YOUR TASK
Only these lines of the data below are wanted: the one with "def _devices(rng: np.random.Generator, r: Ranges)", the one with "family = families[int(rng.integers(len(families)))]", and any lines between them, each repeated exactly.

RECORD SET
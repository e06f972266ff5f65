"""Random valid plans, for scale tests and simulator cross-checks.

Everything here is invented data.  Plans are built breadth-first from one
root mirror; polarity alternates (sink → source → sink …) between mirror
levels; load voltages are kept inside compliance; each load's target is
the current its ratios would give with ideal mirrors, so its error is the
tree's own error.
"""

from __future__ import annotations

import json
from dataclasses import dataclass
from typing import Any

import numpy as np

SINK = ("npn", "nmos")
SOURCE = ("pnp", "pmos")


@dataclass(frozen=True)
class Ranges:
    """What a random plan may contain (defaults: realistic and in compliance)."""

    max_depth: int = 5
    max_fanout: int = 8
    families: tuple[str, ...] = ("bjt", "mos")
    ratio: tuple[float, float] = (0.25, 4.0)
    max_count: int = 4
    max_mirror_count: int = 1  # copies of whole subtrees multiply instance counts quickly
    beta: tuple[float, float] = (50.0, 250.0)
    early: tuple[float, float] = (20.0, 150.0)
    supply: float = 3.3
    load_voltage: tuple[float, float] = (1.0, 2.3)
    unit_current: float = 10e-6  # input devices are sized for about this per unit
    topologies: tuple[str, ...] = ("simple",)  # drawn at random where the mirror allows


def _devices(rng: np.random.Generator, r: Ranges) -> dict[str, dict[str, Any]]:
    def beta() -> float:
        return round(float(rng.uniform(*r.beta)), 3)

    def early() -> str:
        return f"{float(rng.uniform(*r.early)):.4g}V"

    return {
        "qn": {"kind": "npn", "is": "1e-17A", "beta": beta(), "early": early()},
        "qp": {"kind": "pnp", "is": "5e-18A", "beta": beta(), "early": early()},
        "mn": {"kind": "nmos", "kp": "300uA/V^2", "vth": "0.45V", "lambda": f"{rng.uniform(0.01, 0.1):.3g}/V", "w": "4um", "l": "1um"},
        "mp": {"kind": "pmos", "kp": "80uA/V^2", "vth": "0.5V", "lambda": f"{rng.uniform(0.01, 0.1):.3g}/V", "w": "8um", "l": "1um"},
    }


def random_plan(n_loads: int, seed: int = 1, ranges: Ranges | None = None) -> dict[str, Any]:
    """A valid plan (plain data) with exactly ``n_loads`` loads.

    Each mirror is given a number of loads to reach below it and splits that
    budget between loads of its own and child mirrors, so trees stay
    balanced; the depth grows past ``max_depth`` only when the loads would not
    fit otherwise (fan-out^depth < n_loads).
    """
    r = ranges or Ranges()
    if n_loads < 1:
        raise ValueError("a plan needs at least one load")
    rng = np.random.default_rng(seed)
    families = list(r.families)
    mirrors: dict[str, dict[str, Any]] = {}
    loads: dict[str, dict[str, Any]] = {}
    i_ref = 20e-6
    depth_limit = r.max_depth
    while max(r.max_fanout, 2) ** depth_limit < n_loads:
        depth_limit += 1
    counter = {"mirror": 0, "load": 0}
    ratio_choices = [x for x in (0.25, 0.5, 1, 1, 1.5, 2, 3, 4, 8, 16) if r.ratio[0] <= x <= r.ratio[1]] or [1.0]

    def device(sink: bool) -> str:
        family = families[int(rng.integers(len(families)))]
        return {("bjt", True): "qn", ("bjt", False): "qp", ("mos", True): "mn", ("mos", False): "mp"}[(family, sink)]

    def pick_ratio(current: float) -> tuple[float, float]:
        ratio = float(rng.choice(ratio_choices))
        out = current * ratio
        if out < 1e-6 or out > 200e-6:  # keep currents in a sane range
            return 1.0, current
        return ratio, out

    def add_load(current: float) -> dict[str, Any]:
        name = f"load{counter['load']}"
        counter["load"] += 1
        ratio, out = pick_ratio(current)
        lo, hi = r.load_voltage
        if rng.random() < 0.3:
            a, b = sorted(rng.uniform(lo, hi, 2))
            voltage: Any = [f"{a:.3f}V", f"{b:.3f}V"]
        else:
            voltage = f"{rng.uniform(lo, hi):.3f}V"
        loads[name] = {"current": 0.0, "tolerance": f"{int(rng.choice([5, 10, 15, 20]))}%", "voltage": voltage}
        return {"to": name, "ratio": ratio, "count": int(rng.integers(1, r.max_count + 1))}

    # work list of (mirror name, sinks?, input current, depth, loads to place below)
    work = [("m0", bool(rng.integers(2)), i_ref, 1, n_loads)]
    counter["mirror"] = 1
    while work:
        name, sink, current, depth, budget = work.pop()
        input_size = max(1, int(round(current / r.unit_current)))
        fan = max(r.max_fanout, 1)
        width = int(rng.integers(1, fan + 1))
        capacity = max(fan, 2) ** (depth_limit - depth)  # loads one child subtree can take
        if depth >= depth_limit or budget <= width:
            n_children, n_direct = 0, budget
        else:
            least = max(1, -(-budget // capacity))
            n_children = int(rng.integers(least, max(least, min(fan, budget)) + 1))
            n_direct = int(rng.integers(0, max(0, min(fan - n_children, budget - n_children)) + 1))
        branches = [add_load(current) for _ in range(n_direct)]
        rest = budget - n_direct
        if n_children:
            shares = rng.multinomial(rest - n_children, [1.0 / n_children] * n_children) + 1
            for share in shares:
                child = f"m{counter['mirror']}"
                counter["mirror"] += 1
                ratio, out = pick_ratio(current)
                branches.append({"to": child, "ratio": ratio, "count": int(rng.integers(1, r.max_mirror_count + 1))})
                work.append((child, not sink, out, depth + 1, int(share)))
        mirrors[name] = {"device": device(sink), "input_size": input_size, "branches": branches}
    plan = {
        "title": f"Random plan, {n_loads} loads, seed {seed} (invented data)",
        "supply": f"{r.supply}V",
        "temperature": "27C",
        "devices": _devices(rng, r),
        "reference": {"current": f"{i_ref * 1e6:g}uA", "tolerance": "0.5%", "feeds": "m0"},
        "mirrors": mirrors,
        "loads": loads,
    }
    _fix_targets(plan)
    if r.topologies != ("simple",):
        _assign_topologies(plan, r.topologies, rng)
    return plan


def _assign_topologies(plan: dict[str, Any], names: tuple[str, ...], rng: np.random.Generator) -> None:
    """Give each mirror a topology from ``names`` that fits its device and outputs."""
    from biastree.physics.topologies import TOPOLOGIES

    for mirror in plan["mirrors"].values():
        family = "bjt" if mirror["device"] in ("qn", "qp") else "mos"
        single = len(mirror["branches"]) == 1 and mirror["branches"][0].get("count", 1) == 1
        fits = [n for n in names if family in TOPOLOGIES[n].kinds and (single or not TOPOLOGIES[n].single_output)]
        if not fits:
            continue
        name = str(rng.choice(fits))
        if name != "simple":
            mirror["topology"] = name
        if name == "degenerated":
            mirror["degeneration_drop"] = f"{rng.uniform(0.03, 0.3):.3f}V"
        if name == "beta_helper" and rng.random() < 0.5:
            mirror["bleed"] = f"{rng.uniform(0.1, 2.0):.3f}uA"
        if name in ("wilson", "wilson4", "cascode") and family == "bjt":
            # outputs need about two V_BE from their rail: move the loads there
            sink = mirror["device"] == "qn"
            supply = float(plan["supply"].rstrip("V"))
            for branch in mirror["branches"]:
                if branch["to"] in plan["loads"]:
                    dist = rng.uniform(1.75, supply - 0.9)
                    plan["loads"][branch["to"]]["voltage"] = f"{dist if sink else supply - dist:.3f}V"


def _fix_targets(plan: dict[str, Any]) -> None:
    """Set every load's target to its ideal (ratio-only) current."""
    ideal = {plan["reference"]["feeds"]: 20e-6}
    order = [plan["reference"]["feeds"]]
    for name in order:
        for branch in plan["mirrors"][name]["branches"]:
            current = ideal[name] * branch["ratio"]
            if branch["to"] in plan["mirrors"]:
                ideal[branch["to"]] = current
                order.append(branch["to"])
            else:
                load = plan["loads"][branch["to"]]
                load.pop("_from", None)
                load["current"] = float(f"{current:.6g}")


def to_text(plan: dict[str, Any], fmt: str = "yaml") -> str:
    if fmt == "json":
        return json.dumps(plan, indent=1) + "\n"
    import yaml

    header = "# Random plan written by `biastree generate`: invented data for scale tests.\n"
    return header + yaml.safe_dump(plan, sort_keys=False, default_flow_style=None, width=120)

SOLUTION FOR THIS TASK
def _devices(rng: np.random.Generator, r: Ranges) -> dict[str, dict[str, Any]]:
    def beta() -> float:
        return round(float(rng.uniform(*r.beta)), 3)

    def early() -> str:
        return f"{float(rng.uniform(*r.early)):.4g}V"

    return {
        "qn": {"kind": "npn", "is": "1e-17A", "beta": beta(), "early": early()},
        "qp": {"kind": "pnp", "is": "5e-18A", "beta": beta(), "early": early()},
        "mn": {"kind": "nmos", "kp": "300uA/V^2", "vth": "0.45V", "lambda": f"{rng.uniform(0.01, 0.1):.3g}/V", "w": "4um", "l": "1um"},
        "mp": {"kind": "pmos", "kp": "80uA/V^2", "vth": "0.5V", "lambda": f"{rng.uniform(0.01, 0.1):.3g}/V", "w": "8um", "l": "1um"},
    }


def random_plan(n_loads: int, seed: int = 1, ranges: Ranges | None = None) -> dict[str, Any]:
    """A valid plan (plain data) with exactly ``n_loads`` loads.

    Each mirror is given a number of loads to reach below it and splits that
    budget between loads of its own and child mirrors, so trees stay
    balanced; the depth grows past ``max_depth`` only when the loads would not
    fit otherwise (fan-out^depth < n_loads).
    """
    r = ranges or Ranges()
    if n_loads < 1:
        raise ValueError("a plan needs at least one load")
    rng = np.random.default_rng(seed)
    families = list(r.families)
    mirrors: dict[str, dict[str, Any]] = {}
    loads: dict[str, dict[str, Any]] = {}
    i_ref = 20e-6
    depth_limit = r.max_depth
    while max(r.max_fanout, 2) ** depth_limit < n_loads:
        depth_limit += 1
    counter = {"mirror": 0, "load": 0}
    ratio_choices = [x for x in (0.25, 0.5, 1, 1, 1.5, 2, 3, 4, 8, 16) if r.ratio[0] <= x <= r.ratio[1]] or [1.0]

    def device(sink: bool) -> str:
        family = families[int(rng.integers(len(families)))]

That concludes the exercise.